La Cour de Justice de l’Union, suite à une saisine en interprétation de la Cour de Cassation, a en effet tranché : les pratiques et accords entre agriculteurs, membres d’une Organisation de producteurs (OP) reconnue ou d’une association d’organisations de producteurs (AOP), peuvent échapper à l’application du droit de la concurrence si ces pratiques poursuivent les objectifs fixés par les co-législateurs de l’Union. En revanche, les accords, notamment la fixation d’un prix minimum, entre entités économiques indépendantes, reconnues ou non en tant qu’OP ou AOP, ne peuvent pas échapper à l’interdiction des ententes.

« Le Parlement européen a eu raison de tenir dans le cadre de la négociation Omnibus ; notre approche soulignant le rôle central des OP et AOP reconnues et la nécessité de sécuriser l’exercice de leur mission par rapport à l’application du droit de la concurrence est maintenant confirmée par la juridiction suprême de l’Union. Je note néanmoins une subtile différence : en dépit de ses détracteurs qui annonçaient la création de monopole sur le marché par des OP de paille si ses propositions venaient à passer, le Parlement européen a défendu la constitution d’OP véritablement économiques tournées vers le marché, condition nécessaire pour déroger au droit de la concurrence, et l’obligation de ne pas exclure la concurrence du marché » a ajouté le député européen.

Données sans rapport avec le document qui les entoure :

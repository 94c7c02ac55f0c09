package chem

import (
	"math"
	"sync"
)

// waterHeatCapacity is the specific heat of liquid water in J/(kg K) at 25 °C
// and one atmosphere (common handbook value, 4.18 J/(g K); it stays within 1 %
// of it from 0 to 100 °C).
const waterHeatCapacity = 4181.3

// heatCapacityAt is the temperature at which the model is read: heat capacities
// of solutions change by under 0.2 % a kelvin, and most coefficients hold at
// 25 °C only.
const heatCapacityAt = ZeroCelsius + 25

// heatTable is what is known of the heat capacity of one solute's solutions.
type heatTable struct {
	name  string
	curve *curve // J/(kg K) over mass fraction; nil where there is none
	model *heatModel
}

var heatTables = sync.OnceValue(loadHeatCapacities)

// loadHeatCapacities reads the model and the rows for strengths it lacks.
func loadHeatCapacities() map[string]*heatTable {
	tables := make(map[string]*heatTable)
	for _, r := range readTable("solution_model.csv") {
		if m := newHeatModel(r); m != nil {
			tables[r.text("cas")] = &heatTable{name: r.text("solute"), model: m}
		}
	}
	ws, cps := make(map[string][]float64), make(map[string][]float64)
	for _, r := range readTable("solution_heat_capacity.csv") {
		cas := r.text("cas")
		w, _ := r.number("w_w_percent")
		cp, _ := r.number("specific_heat_J_gK")
		ws[cas], cps[cas] = append(ws[cas], w/100), append(cps[cas], cp*1e3)
		if tables[cas] == nil {
			tables[cas] = &heatTable{name: r.text("solute")}
		}
	}
	for cas := range ws {
		tables[cas].curve = newCurve(ws[cas], cps[cas])
	}
	return tables
}

// SolutionHeatCapacity returns the specific heat of an aqueous solution of the
// solute with this CAS number at mass fraction w, near room temperature. Where
// both a model and handbook rows cover the strength the model is taken; where
// a strength lies between the two it is read off in proportion. Strengths
// beyond both are refused with a *DataError, unknown solutes with a
// *DataError.
func SolutionHeatCapacity(cas string, w Fraction) (SpecificHeat, error) {
	if err := checkFraction("strength of a solution", w); err != nil {
		return 0, err
	}
	if w == 0 || cas == waterCAS {
		return waterHeatCapacity, nil
	}
	table := heatTables()[cas]
	if table == nil {
		return 0, noData("heat capacity", "solutions of "+soluteName(cas), "give heat_capacity=")
	}
	x := float64(w)
	switch {
	case table.model != nil && x <= table.model.most:
		return table.modelled(x), nil
	case table.curve != nil && table.curve.covers(x):
		return SpecificHeat(table.curve.at(x)), nil
	case table.curve != nil && table.model != nil && x < table.curve.low():
		low, high := table.model.most, table.curve.low()
		from, to := table.modelled(low), SpecificHeat(table.curve.at(high))
		return from + (to-from)*SpecificHeat((x-low)/(high-low)), nil
	}
	return 0, outOfRange("heat capacity of "+table.name+" in water", "strength", w.Percent(), 0, table.most()*100, "% w/w", "give heat_capacity=")
}

// modelled reads the model at the temperature of its data nearest to 25 °C.
func (t *heatTable) modelled(w float64) SpecificHeat {
	at := max(t.model.low, min(t.model.high, heatCapacityAt))
	return SpecificHeat(t.model.at(w, at))
}

// most returns the highest mass fraction that is covered.
func (t *heatTable) most() float64 {
	var most float64
	if t.model != nil {
		most = t.model.most
	}
	if t.curve != nil {
		most = math.Max(most, t.curve.high())
	}
	return most
}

« Il revient maintenant à la Cour de Cassation de juger au fond l’affaire « Endives », mais ce jugement interprétatif ouvre des perspectives intéressantes et clarifie l’application de la dérogation générale au droit de la concurrence : l’interdiction de fixer un prix porte bien sur un prix minimum. À méditer pour une prochaine révision de la PAC » a conclu Michel Dantin.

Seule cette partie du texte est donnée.